◆ What you will do
When you reach the line containing "expect(bound.lowestDb).toBeLessThanOrEqual(free.highestDb);" in the data below, begin returning lines exactly as written, and stop once the line containing "expect(b.marginDb).toBeLessThan(a.marginDb);" has been returned.

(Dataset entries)
+ + + + +

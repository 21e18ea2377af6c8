"""Writes that happen whole or not at all, in the order that power loss respects."""

from __future__ import annotations

import contextlib
import errno
import os
import tempfile
from collections.abc import Callable, Iterator
from pathlib import Path
from typing import IO, Any

from starkiln.errors import StorageError

_REMEDY = {
    errno.ENOSPC: "the disk is full; free some space and run the same command again",
    errno.EDQUOT: "the disk quota is used up; free some space and run the same command again",
    errno.EROFS: "the file system is read-only; choose another folder",
    errno.EACCES: "no permission to write there; choose another folder",
    errno.EPERM: "no permission to write there; choose another folder",
    errno.ENOTDIR: "a part of that path is a file, not a folder; choose another folder",
    errno.ENOENT: "the folder does not exist",
}


def atomic_write(path: str | Path, write: Callable[[IO[Any]], object], *, mode: str = "wb") -> Path:
    r"""Write a file under a temporary name, flush it to disk, then rename it.

    Parameters
    ----------
    path : str or pathlib.Path
        Where the file shall stand. Its folder must exist.
    write : callable
        Called once with the open file.
    mode : {"wb", "w"}
        `"w"` opens as UTF-8 text with `\n` line ends.

    Returns
    -------
    pathlib.Path
        `path`. Either the whole new file stands there, or what stood before.

    Raises
    ------
    StorageError
        The folder cannot be written or the disk is full; nothing is left behind.
    """
    target = Path(path)
    text: dict[str, Any] = {} if "b" in mode else {"encoding": "utf-8", "newline": "\n"}
    with _explained(target):
        handle, name = tempfile.mkstemp(prefix=f".{target.name[:40]}.", dir=target.parent)
        temporary = Path(name)
        try:
            with os.fdopen(handle, mode, **text) as stream:
                write(stream)
                stream.flush()
                os.fsync(stream.fileno())
            temporary.chmod(0o666 & ~_umask())
            temporary.replace(target)
        except BaseException:
            temporary.unlink(missing_ok=True)
            raise
        _sync_folder(target.parent)
    return target


@contextlib.contextmanager
def _explained(target: Path) -> Iterator[None]:
    try:
        yield
    except StorageError:
        raise
    except OSError as error:
        remedy = _REMEDY.get(error.errno or 0, error.strerror or str(error))
        raise StorageError(f"cannot write {target}: {remedy}") from error


def _umask() -> int:
    mask = os.umask(0)
    os.umask(mask)
    return mask


def _sync_folder(folder: Path) -> None:
    # Makes the rename itself durable; not every platform can open a folder.
    if not hasattr(os, "O_DIRECTORY"):
        return
    handle = os.open(folder, os.O_RDONLY | os.O_DIRECTORY)
    try:
        os.fsync(handle)
    finally:
        os.close(handle)
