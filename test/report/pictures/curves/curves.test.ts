import { describe, expect, it } from 'vitest';
import { type Design, edgesOfBand, hzFromOmega, omegaFromHz, type SpecificationInput } from '../../../../src/index.js';
import { bandPicture } from '../../../../src/report/pictures/curves/band-picture.js';
import { groupDelayPicture } from '../../../../src/report/pictures/curves/group-delay-picture.js';
import { responsePicture } from '../../../../src/report/pictures/curves/response-picture.js';
import type { Picture } from '../../../../src/report/svg/drawing.js';
import { fixtureDesign, sampleDesign } from '../../designs.js';

const FIXTURES = ['brackwater', 'larkmoor', 'tern-quay'] as const;
const DRAW = [responsePicture, bandPicture, groupDelayPicture] as const;

interface Frame {
  readonly hz: (x: number) => number;
  readonly left: number;
  readonly right: number;
}

function frameOf(markup: string): Frame {
  const value = (name: string): number => Number(new RegExp(`data-${name}="([^"]+)"`).exec(markup)![1]);
  const [from, to, left, right] = ['from-hz', 'to-hz', 'left', 'right'].map(value) as [number, number, number, number];
  return { hz: (x) => from + ((x - left) / (right - left)) * (to - from), left, right };
}

/** Corner points of the paths of a class, straight pieces only. */
function pathsOf(markup: string, classes: string): [number, number][][] {
  return [...markup.matchAll(new RegExp(`<path d="([^"]*)" class="line ${classes}"`, 'g'))].map(([, d]) =>
    d!
      .slice(1)
      .split('L')
      .map((pair) => pair.split(',').map(Number) as [number, number]),
  );
}

/** The level axis of a panel from the numbers beside its hairlines; the unit ends each panel's numbers. */
function levelAxis(markup: string, panel: number): (y: number) => number {
  const part = markup.split(/>(?:dB|ns)<\/text>/)[panel]!;
  const ticks = [...part.matchAll(/y="([\d.]+)" class="tick end">([−\d.]+)</g)].map(([, y, text]) => ({
    y: Number(y) - 4.4,
    level: Number(text!.replace('−', '-')),
  }));
  const [a, b] = [ticks[0]!, ticks.at(-1)!];
  return (y) => a.level + ((y - a.y) / (b.y - a.y)) * (b.level - a.level);
}
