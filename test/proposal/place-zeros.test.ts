import { describe, expect, it } from 'vitest';
import { placeZeros, type ZeroPlacement } from '../../src/proposal/index.js';
import { seeded } from '../support/random.js';
import { randomRequest } from './random-masks.js';
import { closedFormRejection, sampledMargin, synthesizedRejection } from './sampled-margin.js';

const width = ({ highestDb, lowestDb }: ZeroPlacement): number => highestDb - lowestDb;

describe('placeZeros', () => {
  it('encloses the best margin to 1e-9 dB on 1,000 random masks, without one failure', () => {
    const random = seeded(20261201);
    const widths = Array.from({ length: 1000 }, () => width(placeZeros(randomRequest(random))));
    expect(Math.max(...widths)).toBeLessThanOrEqual(1e-9);
  });

  it('states the margin that the synthesized response has', () => {
    const random = seeded(11);
    for (let n = 0; n < 60; n++) {
      const request = randomRequest(random);
      const { transmissionZeros, marginDb, active } = placeZeros(request);
      const sampled = sampledMargin(request, synthesizedRejection(request, transmissionZeros), 1000);
      expect(sampled - marginDb, JSON.stringify(request)).toBeGreaterThan(-1e-6);
      // Samples miss the lowest point of a lobe by the square of their distance.
      expect(sampled - marginDb, JSON.stringify(request)).toBeLessThan(0.5);
      expect(active.reduce((sum, { weight }) => sum + weight, 0)).toBeCloseTo(1, 9);
    }
  });

  it('is not beaten by 2,000 random placements for each of 12 masks', () => {
    const random = seeded(5);
    for (let n = 0; n < 12; n++) {
      const request = { ...randomRequest(random), order: 6, zeroCount: 3 };
      const best = placeZeros(request).highestDb;
      for (let k = 0; k < 2000; k++) {
        const zeros = Array.from({ length: 3 }, () => (random() < 0.5 ? -1 : 1) / (0.05 + 0.93 * random()));
        // A coarse grid can only flatter a random placement.
        if (sampledMargin(request, closedFormRejection(request, zeros), 12) <= best) continue;
        expect(sampledMargin(request, closedFormRejection(request, zeros), 3000)).toBeLessThanOrEqual(best + 1e-6);
      }
    }
  });

  it('prices the mask: a lobe raised by a little costs its weight times that', () => {
    const rejection = [
      { toOmega: -1.6, rejectionDb: 20 },
      { fromOmega: 1.4, toOmega: 1.9, rejectionDb: 50 },
      { fromOmega: 2.2, toOmega: 3, rejectionDb: 60 },
    ];
    const request = { order: 6, zeroCount: 2, returnLossDb: 20, rejection };
    const before = placeZeros(request);
    rejection.forEach((piece, n) => {
      const weight = before.active.filter((each) => each.piece === n).reduce((sum, each) => sum + each.weight, 0);
      const raised = rejection.map((each, k) => (k === n ? { ...piece, rejectionDb: piece.rejectionDb + 1e-4 } : each));
      const cost = (before.marginDb - placeZeros({ ...request, rejection: raised }).marginDb) / 1e-4;
      expect(Math.abs(cost - weight)).toBeLessThan(1e-3);
    });
  });

  it('keeps zeros outside a distance and is not beaten there either', () => {
    const random = seeded(6);
    const rejection = [
      { fromOmega: 1.15, rejectionDb: 45 },
      { toOmega: -1.25, rejectionDb: 30 },
    ];
    const request = { order: 7, zeroCount: 3, returnLossDb: 20, rejection, closestZero: 1.35 };
    const bound = placeZeros(request);
    expect(Math.min(...bound.transmissionZeros.map(Math.abs))).toBeGreaterThanOrEqual(1.35 - 1e-12);
    expect(bound.pinned.length).toBeGreaterThan(0);
    expect(bound.marginDb).toBeLessThan(placeZeros({ ...request, closestZero: 1.001 }).marginDb);
    for (let k = 0; k < 20_000; k++) {
      const zeros = Array.from({ length: 3 }, () => ((random() < 0.5 ? -1 : 1) * 1.35) / (0.02 + 0.98 * random()));
      if (sampledMargin(request, closedFormRejection(request, zeros), 12) > bound.highestDb)
        expect(sampledMargin(request, closedFormRejection(request, zeros), 3000)).toBeLessThanOrEqual(
          bound.highestDb + 1e-6,
        );
    }
  });

  it('places 600 random problems with bounds, splits or pairs: none refused, none beyond its bounds, none above the free optimum', () => {
    const random = seeded(99);
    for (let n = 0; n < 600; n++) {
      const request = randomRequest(random);
      const even = 2 * Math.floor(request.zeroCount / 2);
      const change = [
        { closestZero: 1.05 + random() },
        { zerosAbove: Math.floor((request.zeroCount + 1) * random()) },
        { symmetric: true, zeroCount: even },
      ][n % 3]!;
      const [bound, free] = [placeZeros({ ...request, ...change }), placeZeros(request)];
      expect(width(bound)).toBeLessThanOrEqual(1e-9);
      expect(bound.lowestDb).toBeLessThanOrEqual(free.highestDb);
      const { closestZero = 1, zerosAbove = request.zeroCount } = change;
      for (const w of bound.transmissionZeros) expect(Math.abs(w)).toBeGreaterThanOrEqual(closestZero * (1 - 1e-12));
      expect(bound.transmissionZeros.filter((w) => w > 0).length).toBeLessThanOrEqual(zerosAbove);
    }
  });

  it('gives pairs when asked, at most the margin of free zeros, and the same where the mask is symmetric', () => {
    const rejection = [
      { fromOmega: 1.2, rejectionDb: 40 },
      { toOmega: -1.2, rejectionDb: 40 },
    ];
    const request = { order: 8, zeroCount: 4, returnLossDb: 22, rejection };
    const [free, pairs] = [placeZeros(request), placeZeros({ ...request, symmetric: true })];
    expect(Math.abs(free.marginDb - pairs.marginDb)).toBeLessThan(1e-9);
    const skewed = {
      ...request,
      rejection: [
        { fromOmega: 1.2, rejectionDb: 40 },
        { toOmega: -1.4, rejectionDb: 40 },
      ],
    };
    const [a, b] = [placeZeros(skewed), placeZeros({ ...skewed, symmetric: true })];
    expect(b.marginDb).toBeLessThan(a.marginDb);
    expect(b.transmissionZeros.map((w) => -w).reverse()).toEqual(b.transmissionZeros);
    expect(sampledMargin(skewed, synthesizedRejection(skewed, b.transmissionZeros), 4000) - b.marginDb).toBeGreaterThan(
      -1e-6,
    );
  });

  it('sends to infinity what a forced split leaves no use for', () => {
    const rejection = [
      { fromOmega: 1.2, toOmega: 2, rejectionDb: 60 },
      { toOmega: -3, rejectionDb: 10 },
    ];
    const request = { order: 6, zeroCount: 3, returnLossDb: 20, rejection };
    expect(placeZeros(request).transmissionZeros.filter((w) => w > 0)).toHaveLength(3);
    const forced = placeZeros({ ...request, zerosAbove: 2 });
    expect(forced.transmissionZeros.filter((w) => w > 0)).toHaveLength(2);
    const fewer = placeZeros({ ...request, zeroCount: 2 });
    expect(forced.marginDb).toBeCloseTo(fewer.marginDb, 9);
    expect(forced.atInfinity).toBe(4);
  });

  it.each([
    ['an empty mask', { rejection: [] }, 'E_MASK'],
    ['a piece in the passband', { rejection: [{ fromOmega: 0.9, rejectionDb: 30 }] }, 'E_MASK'],
    ['a piece over the passband', { rejection: [{ fromOmega: -2, toOmega: 2, rejectionDb: 30 }] }, 'E_MASK'],
    ['a level of 0 dB', { rejection: [{ fromOmega: 2, rejectionDb: 0 }] }, 'E_MASK'],
    ['a slope to infinity', { rejection: [{ fromOmega: 2, rejectionDb: [20, 30] }] }, 'E_MASK'],
    [
      'as many points as zeros',
      { rejection: [1.5, 2].map((w) => ({ fromOmega: w, toOmega: w, rejectionDb: 30 })) },
      'E_MASK',
    ],
    ['an odd number in pairs', { zeroCount: 3, symmetric: true }, 'E_ZERO_COUNT'],
    ['more zeros than the order', { zeroCount: 7 }, 'E_ZERO_COUNT'],
    ['a bound inside the band', { closestZero: 0.5 }, 'E_ZERO_IN_PASSBAND'],
    ['an infinite end', { rejection: [{ fromOmega: Number.POSITIVE_INFINITY, rejectionDb: 3 }] }, 'E_NOT_FINITE'],
  ])('refuses %s', (_, change, code) => {
    const request = { order: 6, zeroCount: 2, returnLossDb: 20, rejection: [{ fromOmega: 1.5, rejectionDb: 40 }] };
    expect(() => placeZeros({ ...request, ...change } as never)).toThrow(expect.objectContaining({ code }));
  });

  it('takes points when they outnumber the zeros', () => {
    const rejection = [-2, -1.5, 1.5, 1.8].map((w) => ({ fromOmega: w, toOmega: w, rejectionDb: 30 }));
    const placed = placeZeros({ order: 6, zeroCount: 3, returnLossDb: 20, rejection });
    expect(width(placed)).toBeLessThan(1e-9);
    expect(placed.active.map(({ omega }) => Number(omega.toFixed(9))).sort((a, b) => a - b)).toEqual([
      -2, -1.5, 1.5, 1.8,
    ]);
  });
});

+ + + + +

◆ Result
      expect(bound.lowestDb).toBeLessThanOrEqual(free.highestDb);
      const { closestZero = 1, zerosAbove = request.zeroCount } = change;
      for (const w of bound.transmissionZeros) expect(Math.abs(w)).toBeGreaterThanOrEqual(closestZero * (1 - 1e-12));
      expect(bound.transmissionZeros.filter((w) => w > 0).length).toBeLessThanOrEqual(zerosAbove);
    }
  });

  it('gives pairs when asked, at most the margin of free zeros, and the same where the mask is symmetric', () => {
    const rejection = [
      { fromOmega: 1.2, rejectionDb: 40 },
      { toOmega: -1.2, rejectionDb: 40 },
    ];
    const request = { order: 8, zeroCount: 4, returnLossDb: 22, rejection };
    const [free, pairs] = [placeZeros(request), placeZeros({ ...request, symmetric: true })];
    expect(Math.abs(free.marginDb - pairs.marginDb)).toBeLessThan(1e-9);
    const skewed = {
      ...request,
      rejection: [
        { fromOmega: 1.2, rejectionDb: 40 },
        { toOmega: -1.4, rejectionDb: 40 },
      ],
    };
    const [a, b] = [placeZeros(skewed), placeZeros({ ...skewed, symmetric: true })];
    expect(b.marginDb).toBeLessThan(a.marginDb);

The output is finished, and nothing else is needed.